Three years later in 1902, he's now got men and an small oil rig working, attempting to find a small well and extricate the oil in it from deep in the earth. This involves drippy, sticky, wet, sloppy oil, upon oiliness. This little lesson in early engineering is fascinating as we watch the wooden version of the industrial strength got to work, and the men behind the tools find oil, and get at it.
Nine years later, he has a son, H.W. Plainview he's dressed in his own suit always at his side. He is his partner. Together they run a family business offering "the bond of family that very few oilmen can understand."
Thomas Anderson holds the camera steadily on his face, we see his new hat, cleaner mustache and signs of his wealth now. Lewis delivers his words with a gusto and swagger that only can readily be described as 100% captivating. Like any terrific college professor, you look forward to class just to watch them parade around the room, spouting knowledge and language. What is it about Daniel Day Lewis that glues us to the screen every time he's on it?
He tells the room full of property owners that he is is fixed like no one else in this business he tells an entire room full of a tract town of families, they are concerned about the buyouts and what they all stand to gain, and to loose more importantly. By the end of his great, powerful, steady and confidant words the room goes berserk and he walks out with H.W. in tow.
Before long, Paul Sunday (One of two Sunday brothers played by Paul Dano) comes to him from the broken down town of Little Boston, claiming oil is there from an earthquake. Plainview packs to go in search and finds himself tested against Eli Sunday, the drilling in general, the townsfolk's undying Christian attitude, and old relative who pops up, and again, from Eli. Dano's Eli provides a goading antagonist and devilishly vengeful Christian profit to pick and poke at Lewis' Plainview, unearthing his emotions and trying his patience. All this presents an interesting introverted look into the man known as Daniel Plainview. Who's view on life is not so plain at all.
Paul Thomas Anderson, who gave us the spy-eye into the old days of porn with Boogie Nights, and the operatic and fantastical Magnolia, arguably Tom Cruise's most inspired and magnificent performance. He even took Adam Sandler, who goes so over-the-top and outlandish every time he makes a movie, it's hard to see how he even believes himself, and made him into a bona fide dramatic actor in a dramedy performance with just the quirk and twirk that the role required. Punch Drunk Love was a whimsically wonderful little movie I truly enjoyed.

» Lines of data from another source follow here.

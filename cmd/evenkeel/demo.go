package main

import "github.com/urfave/cli/v2"

func (s *session) demoCommand() *cli.Command {
	return &cli.Command{Name: "demo", Action: func(*cli.Context) error { return nil }}
}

(With a devilish smile of accomplishment) "There's a pipeline. . . There's a pipeline." |
This is no movie, sometimes it's sneak peek back into the past of the old west oil rush. Editor Dylan Tichenor Cinematographer Robert Elswit and Director Anderson work to give us truly enveloping shots that span largely across the screen and hold us there in their gentle embrace. There is an action film Roger Ebert reviewed, I swear I'll find it one day, where he talks about the amount of cuts in the editing, how one shot jumps from the next and the sense that anything truly organic could never happen because it moves to fast to allow it. I'm 99.9% positive it was a Michael Bay review I read. Makes perfect sense.
To that, I offer this gem of a turn-out in scene. The script merely says, "The baby, H.W. is the seat next to him awake and looking about."

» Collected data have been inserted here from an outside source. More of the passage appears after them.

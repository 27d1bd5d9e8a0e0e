package main

import (
	"bytes"
	"context"
	"math"
	"os"
	"path/filepath"
	"strings"
	"testing"

	"evenkeel/dataset"
	"evenkeel/internal/detmath"
	"evenkeel/pipeline"
)

// What makes a run be computed again, one reason at a time; with none it is up to date.
func TestUpToDate(t *testing.T) {
	edit := func(name string, change func([]byte) []byte) {
		if err := os.WriteFile(name, change(mustRead(t, name)), 0o644); err != nil {
			t.Fatal(err)
		}
	}
	for name, c := range map[string]struct {
		change func(dir, out string)
		args   []string
		done   bool
	}{
		"nothing":           {func(string, string) {}, nil, false},
		"jobs and memory":   {func(string, string) {}, []string{"--jobs", "1", "--memory", "1GiB"}, false},
		"a limit":           {func(string, string) {}, []string{"--limit-lost", "5"}, false},
		"redo":              {func(string, string) {}, []string{"--redo"}, true},
		"a setting":         {func(string, string) {}, []string{"--space", "cubic"}, true},
		"an accepted fault": {func(string, string) {}, []string{"--accept", "tr-mismatch"}, true},
		"the image": {func(dir, _ string) {
			edit(filepath.Join(dir, theRun+"_bold.nii"), func(b []byte) []byte { b[len(b)-4] ^= 1; return b })
		}, nil, true},
		"the sidecar": {func(dir, _ string) {
			edit(filepath.Join(dir, theRun+"_bold.json"), func(b []byte) []byte { return bytes.Replace(b, []byte("0.03"), []byte("0.04"), 1) })
		}, nil, true},
		"another sidecar": {func(dir, _ string) {
			os.WriteFile(filepath.Join(dir, "task-watch_bold.json"), []byte(`{"FlipAngle": 70}`), 0o644)
		}, nil, true},
		"the version": {func(_, out string) {
			edit(filepath.Join(out, theRun+"_desc-steady_prov.json"), func(b []byte) []byte {
				return bytes.ReplaceAll(b, []byte(`"`+pipeline.Version+`"`), []byte(`"0.0.0"`))
			})
		}, nil, true},
		"the record":     {func(_, out string) { os.Remove(filepath.Join(out, theRun+"_desc-steady_prov.json")) }, nil, true},
		"an output gone": {func(_, out string) { os.Remove(filepath.Join(out, theRun+"_desc-steady_tsnr.nii.gz")) }, nil, true},
		"an output cut short": {func(_, out string) {
			edit(filepath.Join(out, theRun+"_desc-steady_bold.nii.gz"), func(b []byte) []byte { return b[:len(b)-1] })
		}, nil, true},
	} {
		t.Run(name, func(t *testing.T) {
			t.Parallel()
			dir := crewDataset(t, func(*sailor) {})
			out := process(t, dir)
			c.change(dir, out)
			code, stdout, stderr := run(append([]string{"steady", dir, out}, c.args...)...)
			if code != 0 || c.done != strings.Contains(stdout, " done ") || c.done == strings.Contains(stdout, " up-to-date ") {
				t.Errorf("done again: want %v\n%s", c.done, dump(code, stdout, stderr))
			}
			if code, stdout, _ := run("audit", out, "--dataset", dir); code != 0 {
				t.Errorf("audit: %s", stdout)
			}
		})
	}
}

// Whenever the context ends, the run leaves nothing behind and says that it was interrupted.
func TestInterruptedAtEveryStage(t *testing.T) {
	dir := crewDataset(t, func(*sailor) {})
	ds, err := dataset.Open(dir)
	if err != nil {
		t.Fatal(err)
	}
	for _, stage := range pipeline.Stages {
		settings := pipeline.DefaultSettings()
		if stage == "time" || stage == "space" { // those of another order
			settings.Order = "time-first"
		}
		if stage == "steady" {
			settings.Time, settings.Motion, settings.Order = "sinc", "volume", "time-first"
		}
		plans, err := pipeline.Survey(context.Background(), ds, pipeline.Request{Settings: settings})
		if err != nil {
			t.Fatal(err)
		}
		out := filepath.Join(t.TempDir(), "out")
		ctx, cancel := context.WithCancel(context.Background())
		outcomes, err := pipeline.Steady(ctx, ds, plans, pipeline.Job{Out: out, Observe: func(e pipeline.Event) {
			if e.Stage == stage {
				cancel()
			}
		}})
		cancel()
		if got := pipeline.ExitCode(err, outcomes, false); got != pipeline.ExitInterrupt {
			t.Errorf("%s: exit %d, %v %+v", stage, got, err, outcomes)
		}
		if got := outputs(filepath.Join(out, "sub-01")); len(got) > 0 {
			t.Errorf("%s: left %v", stage, got)
		}
	}
}

// Hidden files of a process that died are cleared by the next one.
func TestStaleFilesGo(t *testing.T) {
	dir := crewDataset(t, func(*sailor) {})
	out := filepath.Join(t.TempDir(), "out")
	claim(t, out)
	func() {
		stale := filepath.Join(out, "sub-01/func/."+theStem+"_desc-steady_bold.nii.gz0123456789")
		if err := os.MkdirAll(filepath.Dir(stale), 0o755); err != nil {
			t.Fatal(err)
		}
		if err := os.WriteFile(stale, []byte("half"), 0o644); err != nil {
			t.Fatal(err)
		}
	}()
	if code, stdout, stderr := run("steady", dir, out); code != 0 {
		t.Fatal(dump(code, stdout, stderr))
	}
	for _, f := range outputs(out) {
		if strings.Contains(f, "0123456789") {
			t.Errorf("%s is still there", f)
		}
	}
}

// Every voxel follows one sinusoid of 0.1 cycles a volume, sampled at its slice's time. After
// correction, in the interior, every slice shows it at the output's own instants.
func TestTimeIsCorrected(t *testing.T) {
	const nt = 40
	const freq = 0.1 / crewTR // Hz
	at := func(t float64) float64 { return 1000 + 10*detmath.Sin(2*math.Pi*freq*t+0.3) }
	dir := crewDataset(t, func(s *sailor) {
		times := s.sidecar["SliceTiming"].([]float64)
		n := crewSize
		s.header.Dim[4] = nt
		s.data = nil
		for v := range nt {
			for z := range n[2] {
				for range n[0] * n[1] {
					s.data = append(s.data, float32(at(float64(v)*crewTR+times[z])))
				}
			}
		}
	})
	for _, c := range []struct {
		args   []string
		start  float64
		within float64 // of the 10 of amplitude; in the interior 1e-3 of it and a margin (fourier), 6e-4 of the mean 1000 (sinc of reach 8): the errors that package slicetime states and tests
	}{
		{[]string{"--skip", "1"}, 2.9375, 0.05},
		{[]string{"--time", "sinc", "--time-origin", "start"}, 0, 0.6},
		{[]string{"--time-origin", "1.25"}, 1.25, 0.05},
		{[]string{"--order", "space-first"}, 0.9375, 0.05},
	} {
		out := process(t, dir, append(c.args, "--motion", "none")...)
		h, d := series(t, filepath.Join(out, theRun+"_desc-steady_bold.nii.gz"))
		_, _, nz, vols := h.Size()
		nv := len(d) / vols
		worst := 0.0
		for v := 12; v < vols-12; v++ {
			for z := range nz {
				worst = max(worst, math.Abs(float64(d[v*nv+z*nv/nz])-at(c.start+float64(v)*crewTR)))
			}
		}
		if worst > c.within {
			t.Errorf("%v: off by %g of an amplitude of 10", c.args, worst)
		}
	}
}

There is a scene in this movie between Daniel and his new son, H.W. Barely old enough to be called a toddler. The baby in the scene has no direction, and was no doubt chosen by the filmmakers who were told by his parents he's a quiet, well behaved little child. Well, sitting there on the train with daddy, the little one reaches up and begins to play with the large, oilman mustache and strong chin of Lewis, in awe and wonderment that such a thing can exist. Lewis reacts the way he should--he smiled and dotes on his "son." Such a thing, certainly not scripted, we are grateful for. Little details of authenticity and humaneness are cherished.

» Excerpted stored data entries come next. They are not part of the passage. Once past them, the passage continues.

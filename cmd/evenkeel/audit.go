package main

import (
	"context"
	"encoding/json"
	"fmt"
	"strings"

	"github.com/urfave/cli/v2"

	"evenkeel/pipeline"
	"evenkeel/provenance"
)

func (s *session) auditCommand() *cli.Command {
	return &cli.Command{
		Name:      "audit",
		Usage:     "check every record against the files it names",
		ArgsUsage: "OUT",
		Description: describe("Digests every file that a record in OUT names and says which are missing or changed.\n"+
			"The raw files are found through OUT's DatasetLinks, or with --dataset. A record of\n"+
			"another version is noted and is no difference.", "evenkeel audit voyage-steady --dataset voyage",
			codes(pipeline.ExitDone, pipeline.ExitOutside, pipeline.ExitUsage, pipeline.ExitNoInput, pipeline.ExitBug, pipeline.ExitIO, pipeline.ExitInterrupt).
				but(pipeline.ExitDone, "every file looked for is what its record says").
				but(pipeline.ExitOutside, "a difference was found").
				but(pipeline.ExitUsage, "the command line is wrong; nothing was started").
				but(pipeline.ExitNoInput, "OUT or the raw dataset given is missing or unreadable, or OUT holds no record").
				but(pipeline.ExitInterrupt, "interrupted: run the same command again")),
		Flags: []cli.Flag{
			&cli.StringFlag{Name: "dataset", Usage: "the raw dataset, in `DIR`"},
			&cli.BoolFlag{Name: "json", Usage: "the findings as one JSON document"},
			&cli.BoolFlag{Name: "replay", Usage: "recompute each run from its record and compare (comes with a later version)"},
		},
		Action: func(c *cli.Context) error {
			args, err := arguments(c, "OUT")
			if err != nil {
				return err
			}
			if c.Bool("replay") {
				return &pipeline.UsageError{Where: "--replay", Message: "comes with a later version; without it, digests are checked"}
			}
			return s.audit(c.Context, args[0], c.String("dataset"), c.Bool("json"))
		},
	}
}

func (s *session) audit(ctx context.Context, out, raw string, asJSON bool) error {
	findings, checked, raw, err := pipeline.Audit(ctx, out, raw, func(done, of int) {
		if done == 1 {
			s.log.startProgress(float64(of))
		}
		s.log.step(1)
	})
	s.log.stopProgress()
	if err != nil {
		return err
	}
	var b strings.Builder
	if asJSON {
		doc := struct {
			Out      string               `json:"out"`
			Dataset  string               `json:"dataset"` // "" when it could not be found
			Records  int                  `json:"records"`
			Outputs  int                  `json:"outputs"`
			Inputs   int                  `json:"inputs"`
			Unseen   int                  `json:"inputs_unseen"`
			Unlisted int                  `json:"unlisted"`
			Findings []provenance.Finding `json:"findings"`
		}{out, raw, checked.Records, checked.Outputs, checked.Inputs, checked.InputsUnseen, checked.Unlisted, append([]provenance.Finding{}, findings...)}
		data, err := json.MarshalIndent(doc, "", "  ")
		if err != nil {
			return err
		}
		b.Write(append(data, '\n'))
	} else {
		for _, f := range findings {
			b.WriteString(f.String() + "\n")
		}
		fmt.Fprintf(&b, "%s, %s and %s checked: %s\n", counted(checked.Records, "record"), counted(checked.Outputs, "output"), counted(checked.Inputs, "input"), counted(provenance.Differences(findings), "difference"))
	}
	if _, err := fmt.Fprint(s.stdout, b.String()); err != nil {
		return &pipeline.IOError{Path: "standard output", Err: err}
	}
	if checked.Unlisted > 0 {
		s.log.warn("unlisted", fmt.Sprintf("%s beside records that no record names", counted(checked.Unlisted, "file")), nil)
	}
	if checked.InputsUnseen > 0 {
		_, why := pipeline.LinkedRaw(out)
		s.log.warn("inputs-unseen", fmt.Sprintf("%s not checked: %s; give --dataset DIR", counted(checked.InputsUnseen, "input"), why), nil)
	}
	if checked.Records == 0 {
		s.log.warn("no-records", out+" holds no record: nothing could be checked", nil)
	}
	if provenance.Differences(findings) > 0 {
		return &exit{pipeline.ExitOutside}
	}
	return nil
}

func counted(n int, what string) string {
	if n != 1 {
		what += "s"
	}
	return fmt.Sprintf("%d %s", n, what)
}
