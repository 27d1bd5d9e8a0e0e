package main

import (
	"io"
	"os"

	"github.com/vbauerster/mpb/v8"
	"github.com/vbauerster/mpb/v8/decor"
	"golang.org/x/term"
)

// A progress is one bar over all runs, drawn on a terminal only. Lines written to
// it appear above the bar.
type progress struct {
	p   *mpb.Progress
	bar *mpb.Bar
}

// startProgress begins to draw if standard error is a terminal and nothing speaks against it.
// steps is the number of steps that all runs have together.
func (l *logger) startProgress(steps int) {
	f, ok := l.w.(*os.File)
	if !ok || l.json || l.quiet || steps == 0 || !term.IsTerminal(int(f.Fd())) {
		return
	}
	p := mpb.New(mpb.WithOutput(f), mpb.WithWidth(40))
	// No colour is used anywhere, so NO_COLOR is honoured as it stands.
	bar := p.AddBar(int64(steps),
		mpb.PrependDecorators(decor.Name("evenkeel: ")),
		mpb.AppendDecorators(decor.Percentage(decor.WC{W: 5}), decor.Elapsed(decor.ET_STYLE_GO, decor.WC{W: 8})))
	l.mu.Lock()
	l.bar = &progress{p, bar}
	l.mu.Unlock()
}

func (l *logger) step(n int) {
	l.mu.Lock()
	defer l.mu.Unlock()
	if l.bar != nil {
		l.bar.bar.IncrBy(n)
	}
}

func (l *logger) stopProgress() {
	l.mu.Lock()
	bar := l.bar
	l.bar = nil
	l.mu.Unlock()
	if bar != nil {
		bar.bar.Abort(true) // the bar makes way for the result
		bar.p.Wait()
	}
}

var _ io.Writer = (*progress)(nil)

func (p *progress) Write(b []byte) (int, error) { return p.p.Write(b) }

We only get one insightful conversation of where he hypocritcally (and drunkenly) explains himself. A porthole into the inner machinations of this man's mind, and we remember a line, oddly from my novel, "In Vino Veritas." No, I didn't come to it, it's Latin, meaning, "In wine, there's truth."
A truly great scene of dialogue (one of many where the darkness holds Plainview's face, keeping the rest of him in it's grasp as he seemingly basks in it looking so comfortable) we Plainview dispels his truly nasty nature and vile distaste for all humanity. For he is, in essence, a misanthrope. Oh tried and true is he. He tells the counterpart of his inebriated vocal discharging, "There are times where I look at people and I see nothing worth liking." In deed, Mr. Plainview does not. Shoving his tongue into his bottom lip, like the rattle of his snake tail, it lets you know when he's truly, agitated.
I spoke earlier of how Plainview is a villain. But I might be wrong about that. For most of this film, he is truly just an honest businessman with false patience, a hard stare and slow moving, precise words. People get their money's worth for their lots he buys and he has no reason to turn an entire town into a brand new community with schools and churches and crops and roads. He could have simply bought their lots for drilling and left them alone, right?
For the most part, he helps those who help him. You could argue he has a Robin Hood-esque sensibility. But of course, this gives way to his true nature of which he is driven by a soul of a black, bottomless pit of misery and despair.
This film, you can't exactly call a western, does share some similarities with two others, all three are period films, and in all three hard-staring men wear big ol' hats. Not to mention fight, yell, want/get money, or honor, embrace or run from evil, respect, love, battle for plain old survival and ponder God and what's really going on with that guy. No Country For Old Men was also filmed in Texas that same time. I can't say where Jesse James was filmed, but in 2007, I was grateful for three Western-esque films about men, about dirt, blood, passion and pressure.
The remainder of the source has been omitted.